Novel Biomarkers of Mastitis in Goat Milk Revealed by MALDI-TOF-MS-Based Peptide Profiling

Abstract

Mastitis is the most common infection of dairy goats impairing milk production and quality, which is usually recognized by mammary gland visual inspection and palpation. Subclinical forms of the disease are also widely represented, which lack the typical signs of the clinical ones but are still associated with reduced production and safety for human consumption of milk, generally presenting a high bacterial count. In order to obtain novel analytical tools for rapid and non-invasive diagnosis of mastitis in goats, we analyzed milk samples from healthy, subclinical and clinical mastitic animals with a MALDI-TOF-MS-based peptidomic platform, generating disease group-specific spectral profiles whose signal intensity and mass values were analyzed by statistics. Peculiar spectral signatures of mastitis with respect to the control were identified, while no significant spectral differences were observed between clinical and subclinical milk samples. Discriminant signals were assigned to specific peptides through nanoLC-ESI-Q-Orbitrap-MS/MS experiments. Some of these molecules were predicted to have an antimicrobial activity based on their strong similarity with homolog bioactive compounds from other mammals. Through the definition of a panel of peptide biomarkers, this study provides a very rapid and low-cost method to routinely detect mastitic milk samples even though no evident clinical signs in the mammary gland are observed.

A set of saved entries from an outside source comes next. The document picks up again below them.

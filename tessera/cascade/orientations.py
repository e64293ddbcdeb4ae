"""Training tiles seen in other orientations: the flips and quarter turns of the pixel grid.

The image features of the filter bank are the same in every orientation of the section (they
are built from isotropic Gaussians, gradient magnitudes and eigenvalues), but the context a node
reads at its stencil is not: a stencil sample "north" of a pixel is another sample once the tile
is turned. Training on a tile in several orientations (its image, labels and room turned
together, the context maps of the earlier nodes computed on the turned image) shows a node
organelles in every direction, as a section of tissue has them. Prediction is unchanged.

An orientation is a triple of booleans (transpose, flip rows, flip columns), applied in that
order to the last two axes; :data:`ORIENTATIONS` lists the eight of them, each set of the first
1, 2, 4 or 8 a choice of ``CascadeSpec.orientations``. Pixels are assumed square, as in almost
every EM image: a transpose of non-square pixels would show structures at another scale.
"""

import numpy as np

#: (transpose, flip rows, flip columns): identity, transpose, the two flips, the half turn and
#: the three others (quarter turns and the anti-transpose).
ORIENTATIONS = (
    (False, False, False),
    (True, False, False),
    (False, True, False),
    (False, False, True),
    (False, True, True),
    (True, True, False),
    (True, False, True),
    (True, True, True),
)
#: The numbers of orientations a cascade may train on (a prefix of ORIENTATIONS).
ORIENTATION_COUNTS = (1, 2, 4, 8)


def orient_plane(array, orientation):
    """`array` in `orientation` (of :data:`ORIENTATIONS`) over its last two axes, as a copy.

    Examples
    --------
    >>> a = np.arange(6).reshape(2, 3)
    >>> orient_plane(a, ORIENTATIONS[1]).tolist()
    [[0, 3], [1, 4], [2, 5]]
    >>> orient_plane(a, ORIENTATIONS[4]).tolist()  # the half turn
    [[5, 4, 3], [2, 1, 0]]
    """
    transpose, flip_rows, flip_columns = orientation
    out = np.asarray(array)
    if transpose:
        out = np.swapaxes(out, -2, -1)
    if flip_rows:
        out = out[..., ::-1, :]
    if flip_columns:
        out = out[..., ::-1]
    return np.ascontiguousarray(out)


def orient_room(room, orientation):
    """The room (top, bottom, left, right) of a tile turned to `orientation`, or None.

    Examples
    --------
    >>> orient_room((1, 2, 3, 4), ORIENTATIONS[1]), orient_room((1, 2, 3, 4), ORIENTATIONS[4])
    ((3, 4, 1, 2), (2, 1, 4, 3))
    """
    if room is None:
        return None
    transpose, flip_rows, flip_columns = orientation
    top, bottom, left, right = room
    if transpose:
        top, bottom, left, right = left, right, top, bottom
    if flip_rows:
        top, bottom = bottom, top
    if flip_columns:
        left, right = right, left
    return (top, bottom, left, right)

Keywords: biomarker; mastitis; milk goat; peptide profiling; peptidomic.

Figure 1

Classification of goat milk samples by different parameters. (A) Classification according to the clinical examination of goats; (B) classification according to bacteriological analysis of goat milk samples; (C) classification according to the combination of clinical examination and bacteriological analysis; (D) classification according to the combination of clinical examination, bacteriological analysis and evaluation of milk somatic cell count (SCC) values.

Figure 2

Average MALDI-TOF mass spectra of control milk samples (red), subclinical mastitic milk samples with SCC values < 500 × 10³ cells/mL (green), subclinical mastitic milk samples with SCC values = 500–1500 × 10³ cells/mL (blue), subclinical mastitic milk samples with SCC values > 1500 × 10³ cells/mL (apple green), clinical mastitic milk samples with SCC values < 500 × 10³ cells/mL (violet), clinical mastitic milk samples with SCC values = 500–1500 × 10³ cells/mL (dark green), clinical mastitic milk samples with SCC values > 1500 × 10³ cells/mL (dark blue).

Figure 3

Average intensity trends of serum amyloid A3 peptide markers identified by MALDI-TOF-MS profiling of subclinical, clinical and control milk samples.

Figure 4

Determination of milk amyloid A in mastitic goat milk samples. Protein from subclinical (left) and clinical (right) samples with different SCC was titrated by sandwich ELISA according to what reported in the experimental section. Samples were analyzed in duplicate and data are reported as mean values ± SEM. The program GraphPad Prism 6 (GraphPad Software, San Diego, CA, USA) was used to perform two-way ANOVA, followed by the Tukey post-hoc test. * p < 0.05; ** p < 0.01; *** p < 0.001.

Figure 5

Evaluation of the various proteolytic enzymes putatively involved in the release of the milk peptides. A logarithmic scatter plot graph plotted using odds ratio (X-axis) and the total sites cleaved by the enzyme at termini (Y-axis).